About this task
Exact reproduction required: print each line of the material below.
Start of Block
import { describe, expect, test } from "vitest";
import { Unreadable } from "../../components/form";
import { linesOfSubjects, readSubjects } from "./read-subjects";

const eight = [12, 14, 19, 25, 28, 31, 34, 33];
const seven = eight.slice(1);
const tabs = (values: readonly unknown[]) => values.join("\t");

describe("subjects out of a spreadsheet", () => {
  test("eight bands a line, with a head of frequencies or without", () => {
    const head = tabs(["63 Hz", "125 Hz", "250 Hz", "500 Hz", "1k", "2k", "4k", "8k"]);
    expect(readSubjects(`${tabs(eight)}\n${tabs(eight)}`, "en")).toEqual([eight, eight]);
    expect(readSubjects(`Subject\t${head}\nA\t${tabs(eight)}\n\n`, "en")).toEqual([eight]);
  });

  test("each is known by its line, heads and empty lines counted", () => {
    const head = "63 125 250 500 1000 2000 4000 8000";
    expect(linesOfSubjects(`${head}\n\n${eight.join(" ")}\r\n${eight.join(" ")}\n`, "en")).toEqual([
      3, 4,
    ]);
    expect(linesOfSubjects("", "en")).toEqual([]);
  });

  test("seven begin at 125 Hz", () => {
    expect(readSubjects(tabs(seven), "en")).toEqual([[null, ...seven]]);
  });

  test("a column of numbers that count is the subjects', whether or not there is 63 Hz", () => {
    const numbered = (values: readonly number[]) =>
      [1, 2, 3].map((number) => tabs([number, ...values])).join("\n");
    expect(readSubjects(numbered(eight), "en")).toEqual([eight, eight, eight]);
    expect(readSubjects(numbered(seven), "en")).toEqual([1, 2, 3].map(() => [null, ...seven]));
  });

  test("by the reader's own decimal mark", () => {
    const line = "12,5;14;19;25;28;31;34;33";
    expect(readSubjects(line, "de")[0]?.[0]).toBe(12.5);
  });

  test("what is missing stays empty, what is too much is not dropped", () => {
    expect(readSubjects(tabs(eight.slice(0, 5)), "en")).toEqual([
      [...eight.slice(0, 5), null, null, null],
    ]);
    const [line] = readSubjects(tabs([...eight, 30, 29]), "en");
    expect(line?.[7]).toBeInstanceOf(Unreadable);
    expect(line?.[7]).toMatchObject({ code: "too-many-bands", text: "30 29" });
  });

  test("seven values among lines of eight can't be read, and the other way round", () => {
    const read = (...rows: readonly (readonly number[])[]) =>
      readSubjects(rows.map(tabs).join("\n"), "en");
    for (const found of [read(eight, seven, eight), read(seven, eight, seven)]) {
      expect(found[1]?.[0]).toMatchObject({ code: "other-63-hz" });
      expect([found[0]?.[0], found[2]?.[0]].some((one) => one instanceof Unreadable)).toBe(false);
    }
    expect(read(seven, seven)).toEqual([
      [null, ...seven],
      [null, ...seven],
    ]);
    expect(read(eight, eight)).toEqual([eight, eight]);
  });

  test("an empty cell keeps its place, at the ends too", () => {
    const line = [12, "", 19, 25, 28, 31, 34, ""];
    expect(readSubjects(`${tabs(line)}\r\n${tabs(["", ...seven])}\r\n`, "en")).toEqual([
      [12, null, 19, 25, 28, 31, 34, null],
      [null, ...seven],
    ]);
  });

  test("nothing is nobody", () => {
    expect(readSubjects(" \n ", "en")).toEqual([]);
  });
});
End of Block
Answer for the task
import { describe, expect, test } from "vitest";
import { Unreadable } from "../../components/form";
import { linesOfSubjects, readSubjects } from "./read-subjects";

const eight = [12, 14, 19, 25, 28, 31, 34, 33];
const seven = eight.slice(1);
const tabs = (values: readonly unknown[]) => values.join("\t");

describe("subjects out of a spreadsheet", () => {
  test("eight bands a line, with a head of frequencies or without", () => {
    const head = tabs(["63 Hz", "125 Hz", "250 Hz", "500 Hz", "1k", "2k", "4k", "8k"]);
    expect(readSubjects(`${tabs(eight)}\n${tabs(eight)}`, "en")).toEqual([eight, eight]);
    expect(readSubjects(`Subject\t${head}\nA\t${tabs(eight)}\n\n`, "en")).toEqual([eight]);
  });

  test("each is known by its line, heads and empty lines counted", () => {
    const head = "63 125 250 500 1000 2000 4000 8000";
    expect(linesOfSubjects(`${head}\n\n${eight.join(" ")}\r\n${eight.join(" ")}\n`, "en")).toEqual([
      3, 4,
    ]);
    expect(linesOfSubjects("", "en")).toEqual([]);
  });

  test("seven begin at 125 Hz", () => {
    expect(readSubjects(tabs(seven), "en")).toEqual([[null, ...seven]]);
  });

  test("a column of numbers that count is the subjects', whether or not there is 63 Hz", () => {
    const numbered = (values: readonly number[]) =>
      [1, 2, 3].map((number) => tabs([number, ...values])).join("\n");
    expect(readSubjects(numbered(eight), "en")).toEqual([eight, eight, eight]);
    expect(readSubjects(numbered(seven), "en")).toEqual([1, 2, 3].map(() => [null, ...seven]));
  });

  test("by the reader's own decimal mark", () => {
    const line = "12,5;14;19;25;28;31;34;33";
    expect(readSubjects(line, "de")[0]?.[0]).toBe(12.5);
  });

  test("what is missing stays empty, what is too much is not dropped", () => {
    expect(readSubjects(tabs(eight.slice(0, 5)), "en")).toEqual([
      [...eight.slice(0, 5), null, null, null],
    ]);
    const [line] = readSubjects(tabs([...eight, 30, 29]), "en");
    expect(line?.[7]).toBeInstanceOf(Unreadable);
    expect(line?.[7]).toMatchObject({ code: "too-many-bands", text: "30 29" });
  });

  test("seven values among lines of eight can't be read, and the other way round", () => {
    const read = (...rows: readonly (readonly number[])[]) =>
      readSubjects(rows.map(tabs).join("\n"), "en");
    for (const found of [read(eight, seven, eight), read(seven, eight, seven)]) {
      expect(found[1]?.[0]).toMatchObject({ code: "other-63-hz" });
      expect([found[0]?.[0], found[2]?.[0]].some((one) => one instanceof Unreadable)).toBe(false);
    }
    expect(read(seven, seven)).toEqual([
      [null, ...seven],
      [null, ...seven],
    ]);
    expect(read(eight, eight)).toEqual([eight, eight]);
  });

  test("an empty cell keeps its place, at the ends too", () => {
    const line = [12, "", 19, 25, 28, 31, 34, ""];
    expect(readSubjects(`${tabs(line)}\r\n${tabs(["", ...seven])}\r\n`, "en")).toEqual([
      [12, null, 19, 25, 28, 31, 34, null],
      [null, ...seven],
    ]);
  });

  test("nothing is nobody", () => {
    expect(readSubjects(" \n ", "en")).toEqual([]);
  });
});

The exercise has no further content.